Reducing risky behaviour through the provision of information

There is a long history of school-based programmes and other interventions that have sought to reduce young people’s participation in risky behaviour in response to Government and public concern over such behaviour and its associated harms. However, there is little consensus about which approaches are most effective, or which groups should be targeted.

The Department for Education commissioned this report from the Centre for Understanding Behavioural Change (CUBeC) to explore whether engagement in risky behaviour could be reduced by providing young people with information.

First, the report sets the context by summarising a selection of existing empirical research about patterns of risky behaviour amongst young people, supplemented with our own empirical analysis. We then review the current literature on the effectiveness of two specific approaches to supplying young people with information to reduce participation in risky behaviour: (i) providing information on the consequences of that behaviour; and (ii) providing information about the true prevalence of that behaviour amongst their peers (‘social norms’).

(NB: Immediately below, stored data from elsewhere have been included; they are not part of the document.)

"""Every call into parts of Dask that its manual does not promise, in one place.

What is used, on ``distributed`` from 2026.1: ``Worker.handlers`` (a dictionary of message handlers), ``Worker.rpc``
(a pool of connections to other workers, with the cluster's own encryption), ``Worker.loop.asyncio_loop``,
``Client.security.get_connection_args`` and the form of a message to a handler. What is asked of the scheduler is in
``breakstep.engine.workers``. A test exercises each of them, so that a release that changes one is noticed.
"""

from __future__ import annotations

import asyncio
from collections.abc import Awaitable, Callable
from typing import Any

from distributed import Client, Worker, connect
from distributed.protocol import to_serialize

ITEMS = "breakstep_items"
TILES = "breakstep_tiles"
CONNECT_SECONDS = 5  # to a worker from the client: a wall between them may swallow every attempt

Handler = Callable[..., Awaitable[Any]]


def listen(worker: Worker, handler: Handler, operation: str = ITEMS) -> None:
    """Have a coroutine function called for each message of an operation, by default the one that :func:`send` sends."""
    worker.handlers[operation] = handler


def is_listening(worker: Worker, operation: str = ITEMS) -> bool:
    """Whether :func:`listen` has been called on this worker."""
    return operation in worker.handlers


async def send(worker: Worker, address: str, run: str, sender: int, number: int, parcel: Any) -> Any:
    """Send a parcel and wait for the answer; raises OSError when the connection fails."""
    call = getattr(worker.rpc(address), ITEMS)
    return await call(run=run, sender=sender, number=number, parcel=to_serialize(parcel))


async def fetch(worker: Worker, address: str, run: str, tiles: list[int]) -> Any:
    """Ask a worker for the state of tiles that it owned in a run; answered by what :func:`parcelled` made."""
    return await getattr(worker.rpc(address), TILES)(run=run, tiles=tiles)


def parcelled(parcel: Any) -> Any:
    """A handler's answer that travels with its arrays out of band."""
    return to_serialize(parcel)


def event_loop(worker: Worker) -> asyncio.AbstractEventLoop:
    """The loop on which handlers and senders run."""
    loop: asyncio.AbstractEventLoop = worker.loop.asyncio_loop
    return loop


async def exchange(
    client: Client, address: str, operation: str, times: int, now: Callable[[], int]
) -> list[tuple[int, Any, int]]:
    """Call an operation again and again over one connection from here to a worker; to be run on the client's loop.

    Returns
    -------
    list of (int, answer, int)
        Each answer between the moments of asking and of having it.

    Raises
    ------
    OSError
        The worker cannot be reached from here.
    """
    comm = await connect(address, timeout=CONNECT_SECONDS, **client.security.get_connection_args("client"))
    try:
        found = []
        for _ in range(times):
            before = now()
            await comm.write({"op": operation, "reply": True})
            answer = await comm.read()
            found.append((before, answer, now()))
        return found
    finally:
        await comm.close()
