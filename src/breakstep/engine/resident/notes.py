"""The record that one worker of a resident run keeps.

Tasks are numbered here exactly as the driver numbers them afterwards, from the phases alone. Nodes of
trees, counters and releases do their work in no time worth measuring, in the event loop or in a thread
that has just finished a task; they are entered as moments.
"""

from __future__ import annotations

import threading
import time
from typing import TYPE_CHECKING

from breakstep.engine.execute import Interval, Output
from breakstep.engine.recording import Recorder, TaskRow
from breakstep.engine.resident.core import TaskState
from breakstep.engine.resident.wire import Key, Parcel, size_of
from breakstep.graph.numbering import Numbering
from breakstep.graph.unroll import INITIAL, Phase

if TYPE_CHECKING:
    from breakstep.engine.resident.host import Assignment

KEPT_PHASES = 256  # numbers of older phases are dropped: nothing under way can refer to them any more


class Notebook:
    """Rows of one worker, in the numbering of the whole run."""

    def __init__(self, told: Assignment) -> None:
        program = told.program
        barriers = program.template.stages_with_barrier(told.options.barriers)
        self.on = told.options.record
        self.trace = told.options.trace
        self.recorder = Recorder(told.worker, told.zero)
        self.numbering = Numbering(len(program.tiling), len(told.addresses), barriers)
        self._lock = threading.Lock()
        self._phases: dict[int, Phase] = {}

    def phase(self, phase: Phase) -> None:
        """A phase has been emitted."""
        if not self.on:
            return
        with self._lock:
            self.numbering.add(phase)
            self._phases[phase.number] = phase
            if phase.number % KEPT_PHASES == 0:
                old = phase.number - KEPT_PHASES
                self.numbering.forget(min(old, *self._referred(old)))
                self._phases = {n: p for n, p in self._phases.items() if n >= old}

    def _referred(self, before: int) -> list[int]:
        """Phases that recent phases still refer to."""
        recent = [phase for number, phase in self._phases.items() if number >= before]
        return [source for phase in recent for source in phase.sources.values() if source != INITIAL] or [before]

    def begin_thread(self, number: int) -> None:
        """The calling thread will work under this number."""
        self.recorder.name_thread(number)

    def watch(self) -> tuple[int, int]:
        """Begin an interval of packing."""
        return time.perf_counter_ns(), time.thread_time_ns()

    def task(self, task: TaskState, thread: int, start: int, output: Output, packing: tuple[int, int] | None) -> int:
        """Enter a task whose rims are cut; returns its end [ns]."""
        end = time.perf_counter_ns()
        if not self.on:
            return end
        phase = task.phase
        number = self.numbering.step(phase.number, task.tile)
        if packing is not None:
            cpu = time.thread_time_ns() - packing[1]
            output.intervals.append(Interval("pack", phase.stage.name, packing[0], end, cpu))
        row = TaskRow(number, "step", phase.stage.name, task.tile, phase.cycle, phase.iteration)
        self.recorder.intervals(number, output.intervals)
        self.recorder.counters(number, output.counters)
        self.recorder.task(row, start, end, output.nbytes, output.skipped, thread=thread)
        if self.trace:
            self.recorder.checksums(number, phase.stage.name, output.fields)
        return end

    def control(self, kind: str, phase: Phase, place: tuple[int, ...], moment: int) -> None:
        """Enter a node, a counter or a release at the moment it did its work."""
        if not self.on:
            return
        numbering = self.numbering
        if kind == "combine":
            number = numbering.node(*place)
            label = next(m.reduction.name for m in phase.makes if m.instance == place[0])
        else:
            number = numbering.counter(phase.number, place[0]) if kind == "count" else numbering.release(phase.number)
            label = f"barrier:{phase.stage.name}"
        row = TaskRow(number, kind, label, -1, phase.cycle, phase.iteration)
        self.recorder.task(row, moment, moment, thread=0)

    def arrivals(self, sender: int, parcel: Parcel, arrived: int) -> None:
        """Enter what a message brought; packing and unpacking are booked with its first item."""
        if not self.on:
            return
        first = True
        for key, payload in parcel.items:
            for name, size in size_of(payload).items():
                spent = (parcel.packed, parcel.unpacked) if first else (0, 0)
                self.recorder.arrival(key, name, sender, size, spent, parcel.sent, arrived)
                first = False


def producer_of(key: Key, sender: int, numbering: Numbering, first_phase: dict[int, int]) -> int:
    """Number of the task that made an item; -1 for the initial state.

    Parameters
    ----------
    first_phase : dict of int to int
        For each reduction instance, the phase that made it.
    """
    kind = key[0]
    if kind == "rims":
        return -1 if key[3] == INITIAL else numbering.step(key[3], key[2])
    if kind == "part":
        _, instance, level, index = key
        if level == 0:
            return numbering.step(first_phase[instance], index)
        return numbering.node(instance, level - 1, index)
    if kind == "value":
        return numbering.root(key[1])
    if kind == "count":
        return numbering.counter(key[1], sender)
    return numbering.release(key[1])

The ‘consequences’ approach is based on the assumption that young people underestimate the potential costs of participation in risky behaviour: providing information on the consequences should therefore make such behaviour less attractive. The social norms approach notes that young people typically overestimate the prevalence of risky behaviour amongst their peers, and holds that young people’s behaviour is influenced by perceptions of what their peers do. Tackling any misperceptions could therefore reduce participation in risky behaviour.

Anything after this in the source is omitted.